> _Your objective_:
Look through the records that follow. Copy every line containing the word "matches".

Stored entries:
╭──
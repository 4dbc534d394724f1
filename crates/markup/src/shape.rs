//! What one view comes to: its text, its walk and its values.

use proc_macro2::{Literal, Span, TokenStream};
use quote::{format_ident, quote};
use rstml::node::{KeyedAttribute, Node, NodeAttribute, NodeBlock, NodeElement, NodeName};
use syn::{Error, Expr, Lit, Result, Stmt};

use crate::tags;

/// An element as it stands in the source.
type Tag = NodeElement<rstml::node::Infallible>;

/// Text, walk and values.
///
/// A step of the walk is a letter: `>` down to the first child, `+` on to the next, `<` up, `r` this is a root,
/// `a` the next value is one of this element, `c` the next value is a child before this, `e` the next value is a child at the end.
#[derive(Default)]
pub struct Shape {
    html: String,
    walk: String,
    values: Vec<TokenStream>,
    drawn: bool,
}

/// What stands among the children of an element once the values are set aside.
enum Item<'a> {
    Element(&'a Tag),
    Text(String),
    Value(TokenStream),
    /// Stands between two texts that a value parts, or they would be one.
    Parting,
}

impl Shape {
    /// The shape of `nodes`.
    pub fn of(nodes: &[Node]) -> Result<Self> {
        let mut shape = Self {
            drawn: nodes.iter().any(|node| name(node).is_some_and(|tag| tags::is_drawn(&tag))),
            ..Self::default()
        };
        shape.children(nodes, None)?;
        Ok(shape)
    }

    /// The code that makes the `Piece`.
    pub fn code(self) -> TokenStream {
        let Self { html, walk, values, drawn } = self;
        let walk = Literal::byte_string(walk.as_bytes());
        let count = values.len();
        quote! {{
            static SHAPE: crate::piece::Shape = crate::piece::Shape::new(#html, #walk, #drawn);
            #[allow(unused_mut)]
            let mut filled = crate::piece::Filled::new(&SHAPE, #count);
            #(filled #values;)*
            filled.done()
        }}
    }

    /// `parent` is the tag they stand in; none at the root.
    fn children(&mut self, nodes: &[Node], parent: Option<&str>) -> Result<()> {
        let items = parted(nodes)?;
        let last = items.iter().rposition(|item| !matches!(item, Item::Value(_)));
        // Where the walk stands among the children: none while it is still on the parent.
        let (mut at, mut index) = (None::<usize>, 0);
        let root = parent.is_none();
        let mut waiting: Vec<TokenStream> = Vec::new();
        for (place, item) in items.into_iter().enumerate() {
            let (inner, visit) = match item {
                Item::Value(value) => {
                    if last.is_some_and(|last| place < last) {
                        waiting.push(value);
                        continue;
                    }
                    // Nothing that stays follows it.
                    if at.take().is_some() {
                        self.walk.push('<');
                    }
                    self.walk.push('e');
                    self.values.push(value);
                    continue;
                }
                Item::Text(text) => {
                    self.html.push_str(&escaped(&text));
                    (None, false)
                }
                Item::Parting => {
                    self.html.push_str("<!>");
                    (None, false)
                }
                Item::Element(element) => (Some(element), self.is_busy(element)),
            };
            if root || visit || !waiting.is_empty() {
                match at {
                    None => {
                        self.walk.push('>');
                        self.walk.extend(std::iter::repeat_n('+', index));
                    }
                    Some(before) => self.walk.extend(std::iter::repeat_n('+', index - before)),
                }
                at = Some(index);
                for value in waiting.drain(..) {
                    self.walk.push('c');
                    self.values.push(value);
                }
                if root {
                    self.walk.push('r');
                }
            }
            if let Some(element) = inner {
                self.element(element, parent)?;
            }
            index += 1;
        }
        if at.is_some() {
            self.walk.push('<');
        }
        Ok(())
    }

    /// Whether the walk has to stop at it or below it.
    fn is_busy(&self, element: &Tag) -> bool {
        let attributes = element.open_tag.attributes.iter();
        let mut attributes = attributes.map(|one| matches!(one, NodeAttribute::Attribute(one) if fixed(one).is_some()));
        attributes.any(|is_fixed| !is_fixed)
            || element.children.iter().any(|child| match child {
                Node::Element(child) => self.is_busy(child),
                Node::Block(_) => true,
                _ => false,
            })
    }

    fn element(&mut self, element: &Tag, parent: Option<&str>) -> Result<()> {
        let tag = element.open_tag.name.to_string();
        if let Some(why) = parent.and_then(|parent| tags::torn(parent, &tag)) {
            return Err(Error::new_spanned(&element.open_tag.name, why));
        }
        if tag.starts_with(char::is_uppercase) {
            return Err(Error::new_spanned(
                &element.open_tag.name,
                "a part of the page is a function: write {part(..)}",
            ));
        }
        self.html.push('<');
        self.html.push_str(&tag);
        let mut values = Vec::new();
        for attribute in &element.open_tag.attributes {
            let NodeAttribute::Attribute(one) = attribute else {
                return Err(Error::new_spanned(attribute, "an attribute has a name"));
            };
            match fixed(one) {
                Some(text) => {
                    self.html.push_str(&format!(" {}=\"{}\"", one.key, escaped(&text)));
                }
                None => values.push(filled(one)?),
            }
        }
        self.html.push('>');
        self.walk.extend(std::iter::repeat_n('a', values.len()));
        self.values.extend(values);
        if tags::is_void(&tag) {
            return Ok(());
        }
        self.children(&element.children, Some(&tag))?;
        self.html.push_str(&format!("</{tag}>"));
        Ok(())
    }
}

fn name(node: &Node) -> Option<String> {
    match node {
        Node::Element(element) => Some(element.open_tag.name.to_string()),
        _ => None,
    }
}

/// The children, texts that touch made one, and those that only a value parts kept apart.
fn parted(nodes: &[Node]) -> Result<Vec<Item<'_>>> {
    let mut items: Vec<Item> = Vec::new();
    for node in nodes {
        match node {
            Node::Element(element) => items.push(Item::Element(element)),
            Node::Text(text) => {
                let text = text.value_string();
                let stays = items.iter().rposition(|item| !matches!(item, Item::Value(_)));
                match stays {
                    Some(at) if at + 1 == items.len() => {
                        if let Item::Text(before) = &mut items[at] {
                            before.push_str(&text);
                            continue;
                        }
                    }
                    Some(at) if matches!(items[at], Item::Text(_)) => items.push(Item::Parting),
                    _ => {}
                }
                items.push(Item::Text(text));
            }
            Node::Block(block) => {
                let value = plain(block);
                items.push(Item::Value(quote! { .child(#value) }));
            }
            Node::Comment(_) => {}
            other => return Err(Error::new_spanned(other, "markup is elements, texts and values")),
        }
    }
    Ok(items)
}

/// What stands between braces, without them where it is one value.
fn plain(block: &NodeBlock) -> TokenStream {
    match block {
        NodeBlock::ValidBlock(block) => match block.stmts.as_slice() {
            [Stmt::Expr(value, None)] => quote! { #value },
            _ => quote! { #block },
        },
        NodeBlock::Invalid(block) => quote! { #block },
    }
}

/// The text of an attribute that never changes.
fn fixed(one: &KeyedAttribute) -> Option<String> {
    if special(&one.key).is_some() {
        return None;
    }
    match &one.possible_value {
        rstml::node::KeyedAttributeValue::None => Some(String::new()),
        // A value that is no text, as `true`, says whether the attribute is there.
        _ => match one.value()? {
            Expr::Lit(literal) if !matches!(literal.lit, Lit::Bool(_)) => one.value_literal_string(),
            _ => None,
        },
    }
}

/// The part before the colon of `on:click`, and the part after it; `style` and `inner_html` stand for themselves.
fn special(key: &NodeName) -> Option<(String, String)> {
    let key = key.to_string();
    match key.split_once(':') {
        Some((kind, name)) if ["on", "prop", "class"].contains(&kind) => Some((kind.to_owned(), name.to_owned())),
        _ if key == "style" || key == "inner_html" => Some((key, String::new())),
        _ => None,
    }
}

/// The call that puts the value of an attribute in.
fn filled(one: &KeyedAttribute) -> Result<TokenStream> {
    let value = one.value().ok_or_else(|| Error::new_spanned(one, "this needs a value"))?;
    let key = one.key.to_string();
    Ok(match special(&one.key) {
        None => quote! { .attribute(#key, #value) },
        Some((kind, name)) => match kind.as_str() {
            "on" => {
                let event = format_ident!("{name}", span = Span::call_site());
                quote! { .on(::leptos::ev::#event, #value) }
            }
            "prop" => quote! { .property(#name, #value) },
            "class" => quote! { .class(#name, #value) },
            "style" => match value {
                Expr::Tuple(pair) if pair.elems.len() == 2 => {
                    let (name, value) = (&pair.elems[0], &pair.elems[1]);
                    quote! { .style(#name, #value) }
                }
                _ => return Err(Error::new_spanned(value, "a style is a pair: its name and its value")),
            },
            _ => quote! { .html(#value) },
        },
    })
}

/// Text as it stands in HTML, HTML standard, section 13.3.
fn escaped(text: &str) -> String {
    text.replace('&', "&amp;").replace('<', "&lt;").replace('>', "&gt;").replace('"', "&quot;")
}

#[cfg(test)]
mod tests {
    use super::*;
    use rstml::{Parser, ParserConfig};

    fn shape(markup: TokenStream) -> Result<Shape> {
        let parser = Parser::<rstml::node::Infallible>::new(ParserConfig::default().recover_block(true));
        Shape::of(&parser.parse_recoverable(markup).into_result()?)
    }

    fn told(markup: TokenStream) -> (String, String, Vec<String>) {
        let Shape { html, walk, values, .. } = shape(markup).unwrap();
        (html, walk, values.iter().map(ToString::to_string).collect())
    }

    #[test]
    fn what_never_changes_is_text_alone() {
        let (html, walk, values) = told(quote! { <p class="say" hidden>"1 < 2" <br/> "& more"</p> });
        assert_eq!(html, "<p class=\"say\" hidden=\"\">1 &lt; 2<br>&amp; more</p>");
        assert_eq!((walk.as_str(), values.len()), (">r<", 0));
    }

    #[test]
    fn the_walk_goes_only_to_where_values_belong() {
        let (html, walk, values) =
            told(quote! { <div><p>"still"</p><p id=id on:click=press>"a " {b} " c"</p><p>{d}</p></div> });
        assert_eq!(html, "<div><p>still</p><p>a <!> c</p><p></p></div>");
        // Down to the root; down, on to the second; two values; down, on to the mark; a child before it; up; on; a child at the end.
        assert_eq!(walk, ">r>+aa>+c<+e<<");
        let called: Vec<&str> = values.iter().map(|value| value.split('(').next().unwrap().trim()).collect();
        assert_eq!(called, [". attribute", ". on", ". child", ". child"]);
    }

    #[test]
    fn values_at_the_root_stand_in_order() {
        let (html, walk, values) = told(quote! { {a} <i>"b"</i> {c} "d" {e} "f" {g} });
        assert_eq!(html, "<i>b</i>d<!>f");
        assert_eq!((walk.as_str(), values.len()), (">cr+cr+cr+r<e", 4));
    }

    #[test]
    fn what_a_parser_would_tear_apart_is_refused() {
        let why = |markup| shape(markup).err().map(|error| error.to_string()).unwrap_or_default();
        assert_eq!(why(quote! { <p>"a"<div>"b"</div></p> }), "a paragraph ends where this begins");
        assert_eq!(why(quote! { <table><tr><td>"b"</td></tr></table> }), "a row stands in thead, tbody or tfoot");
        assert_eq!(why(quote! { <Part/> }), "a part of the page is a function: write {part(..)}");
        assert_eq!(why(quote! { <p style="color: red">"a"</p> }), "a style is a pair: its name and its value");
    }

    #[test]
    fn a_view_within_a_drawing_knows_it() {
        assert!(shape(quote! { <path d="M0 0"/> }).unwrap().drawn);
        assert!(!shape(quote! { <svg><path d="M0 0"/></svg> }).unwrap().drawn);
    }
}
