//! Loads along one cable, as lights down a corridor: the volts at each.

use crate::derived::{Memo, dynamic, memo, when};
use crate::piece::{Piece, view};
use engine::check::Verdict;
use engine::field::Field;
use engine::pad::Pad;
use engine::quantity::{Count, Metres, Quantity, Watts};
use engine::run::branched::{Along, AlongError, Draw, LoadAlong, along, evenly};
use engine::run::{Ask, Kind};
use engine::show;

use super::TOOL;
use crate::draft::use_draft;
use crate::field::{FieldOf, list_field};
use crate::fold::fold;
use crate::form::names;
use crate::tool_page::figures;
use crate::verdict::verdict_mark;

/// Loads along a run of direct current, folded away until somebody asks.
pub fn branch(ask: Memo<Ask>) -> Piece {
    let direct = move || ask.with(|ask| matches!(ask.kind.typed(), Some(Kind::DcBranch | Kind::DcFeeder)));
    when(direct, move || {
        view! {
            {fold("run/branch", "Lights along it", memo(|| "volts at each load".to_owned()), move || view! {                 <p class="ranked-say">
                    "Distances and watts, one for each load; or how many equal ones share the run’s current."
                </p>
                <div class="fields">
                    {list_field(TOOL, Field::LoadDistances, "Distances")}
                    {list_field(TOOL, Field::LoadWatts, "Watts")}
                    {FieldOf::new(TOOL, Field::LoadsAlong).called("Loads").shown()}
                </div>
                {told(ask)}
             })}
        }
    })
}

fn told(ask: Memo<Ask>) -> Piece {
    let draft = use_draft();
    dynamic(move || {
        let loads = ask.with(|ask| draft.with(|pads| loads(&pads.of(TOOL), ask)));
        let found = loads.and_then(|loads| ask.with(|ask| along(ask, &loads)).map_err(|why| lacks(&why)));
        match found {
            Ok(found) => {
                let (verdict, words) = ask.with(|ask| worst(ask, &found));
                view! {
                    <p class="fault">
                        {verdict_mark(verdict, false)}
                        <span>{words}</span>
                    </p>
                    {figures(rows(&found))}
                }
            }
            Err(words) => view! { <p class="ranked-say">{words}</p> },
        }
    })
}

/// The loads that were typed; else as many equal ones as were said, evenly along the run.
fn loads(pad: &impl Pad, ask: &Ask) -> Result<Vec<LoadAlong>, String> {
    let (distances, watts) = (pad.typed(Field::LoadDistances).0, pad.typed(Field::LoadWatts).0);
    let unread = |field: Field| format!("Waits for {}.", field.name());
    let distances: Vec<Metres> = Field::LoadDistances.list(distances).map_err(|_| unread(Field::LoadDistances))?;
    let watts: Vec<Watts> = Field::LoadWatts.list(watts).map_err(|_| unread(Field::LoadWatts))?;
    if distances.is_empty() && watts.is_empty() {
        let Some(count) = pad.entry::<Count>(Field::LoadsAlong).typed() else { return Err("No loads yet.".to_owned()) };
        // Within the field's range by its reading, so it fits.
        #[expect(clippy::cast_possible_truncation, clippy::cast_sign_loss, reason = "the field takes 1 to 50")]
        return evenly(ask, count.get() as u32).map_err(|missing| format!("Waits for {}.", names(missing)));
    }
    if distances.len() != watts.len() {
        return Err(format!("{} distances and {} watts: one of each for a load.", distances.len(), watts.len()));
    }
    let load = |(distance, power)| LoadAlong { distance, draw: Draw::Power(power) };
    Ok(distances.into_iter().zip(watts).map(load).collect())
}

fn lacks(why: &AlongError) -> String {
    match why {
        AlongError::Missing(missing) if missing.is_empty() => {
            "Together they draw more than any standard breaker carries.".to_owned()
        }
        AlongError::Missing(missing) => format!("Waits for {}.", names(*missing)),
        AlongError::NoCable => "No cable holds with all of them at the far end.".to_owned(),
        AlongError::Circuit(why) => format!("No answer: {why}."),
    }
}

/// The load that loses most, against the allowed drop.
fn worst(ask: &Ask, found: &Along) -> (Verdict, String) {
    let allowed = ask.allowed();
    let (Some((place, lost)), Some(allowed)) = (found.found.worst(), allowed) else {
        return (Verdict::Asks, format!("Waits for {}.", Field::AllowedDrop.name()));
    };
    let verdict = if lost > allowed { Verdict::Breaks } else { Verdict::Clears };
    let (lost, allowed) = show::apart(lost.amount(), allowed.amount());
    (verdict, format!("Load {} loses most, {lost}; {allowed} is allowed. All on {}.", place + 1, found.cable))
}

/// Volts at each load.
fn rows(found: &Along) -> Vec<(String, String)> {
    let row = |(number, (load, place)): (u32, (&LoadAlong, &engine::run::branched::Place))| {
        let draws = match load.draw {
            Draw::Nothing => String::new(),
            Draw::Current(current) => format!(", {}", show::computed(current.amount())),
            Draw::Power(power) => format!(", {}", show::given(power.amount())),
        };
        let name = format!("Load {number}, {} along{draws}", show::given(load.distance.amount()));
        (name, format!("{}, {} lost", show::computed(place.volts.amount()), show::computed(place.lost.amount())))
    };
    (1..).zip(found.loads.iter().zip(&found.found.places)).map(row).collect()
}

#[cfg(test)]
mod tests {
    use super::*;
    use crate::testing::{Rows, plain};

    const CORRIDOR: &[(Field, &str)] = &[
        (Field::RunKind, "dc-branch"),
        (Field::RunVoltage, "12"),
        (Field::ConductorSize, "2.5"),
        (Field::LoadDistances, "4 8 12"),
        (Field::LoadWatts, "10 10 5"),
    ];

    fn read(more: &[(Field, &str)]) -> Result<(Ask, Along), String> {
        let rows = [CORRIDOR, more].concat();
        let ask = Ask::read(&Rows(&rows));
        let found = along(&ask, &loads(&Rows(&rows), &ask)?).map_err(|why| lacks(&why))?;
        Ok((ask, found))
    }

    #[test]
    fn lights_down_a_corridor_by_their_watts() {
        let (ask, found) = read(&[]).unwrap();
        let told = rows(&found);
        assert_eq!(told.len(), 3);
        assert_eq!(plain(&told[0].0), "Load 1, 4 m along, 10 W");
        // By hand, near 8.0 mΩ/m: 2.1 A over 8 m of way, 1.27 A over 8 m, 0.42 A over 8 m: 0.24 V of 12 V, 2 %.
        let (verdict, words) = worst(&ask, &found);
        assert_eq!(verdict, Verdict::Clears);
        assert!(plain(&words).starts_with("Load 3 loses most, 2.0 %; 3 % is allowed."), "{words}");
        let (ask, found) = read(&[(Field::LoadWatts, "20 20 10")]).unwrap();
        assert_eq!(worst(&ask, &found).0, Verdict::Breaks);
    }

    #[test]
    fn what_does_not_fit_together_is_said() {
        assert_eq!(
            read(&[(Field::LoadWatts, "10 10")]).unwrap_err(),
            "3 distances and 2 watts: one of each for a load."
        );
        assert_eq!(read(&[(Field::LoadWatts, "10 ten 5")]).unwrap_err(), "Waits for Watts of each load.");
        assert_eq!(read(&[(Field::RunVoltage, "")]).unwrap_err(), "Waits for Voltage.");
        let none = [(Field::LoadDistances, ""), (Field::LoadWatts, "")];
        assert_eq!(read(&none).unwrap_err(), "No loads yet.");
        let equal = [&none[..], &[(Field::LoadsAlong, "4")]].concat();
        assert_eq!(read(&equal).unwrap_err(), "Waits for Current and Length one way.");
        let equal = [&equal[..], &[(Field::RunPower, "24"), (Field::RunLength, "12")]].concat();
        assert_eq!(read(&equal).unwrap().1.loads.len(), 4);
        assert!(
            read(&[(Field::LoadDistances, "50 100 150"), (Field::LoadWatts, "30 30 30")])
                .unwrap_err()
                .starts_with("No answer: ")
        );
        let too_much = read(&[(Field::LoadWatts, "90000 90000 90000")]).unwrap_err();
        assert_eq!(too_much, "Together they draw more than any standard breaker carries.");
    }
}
╰──
> _Response to the task_:
        let last = items.iter().rposition(|item| !matches!(item, Item::Value(_)));
        let mut attributes = attributes.map(|one| matches!(one, NodeAttribute::Attribute(one) if fixed(one).is_some()));
                let stays = items.iter().rposition(|item| !matches!(item, Item::Value(_)));
                    Some(at) if matches!(items[at], Item::Text(_)) => items.push(Item::Parting),
            Expr::Lit(literal) if !matches!(literal.lit, Lit::Bool(_)) => one.value_literal_string(),
    let direct = move || ask.with(|ask| matches!(ask.kind.typed(), Some(Kind::DcBranch | Kind::DcFeeder)));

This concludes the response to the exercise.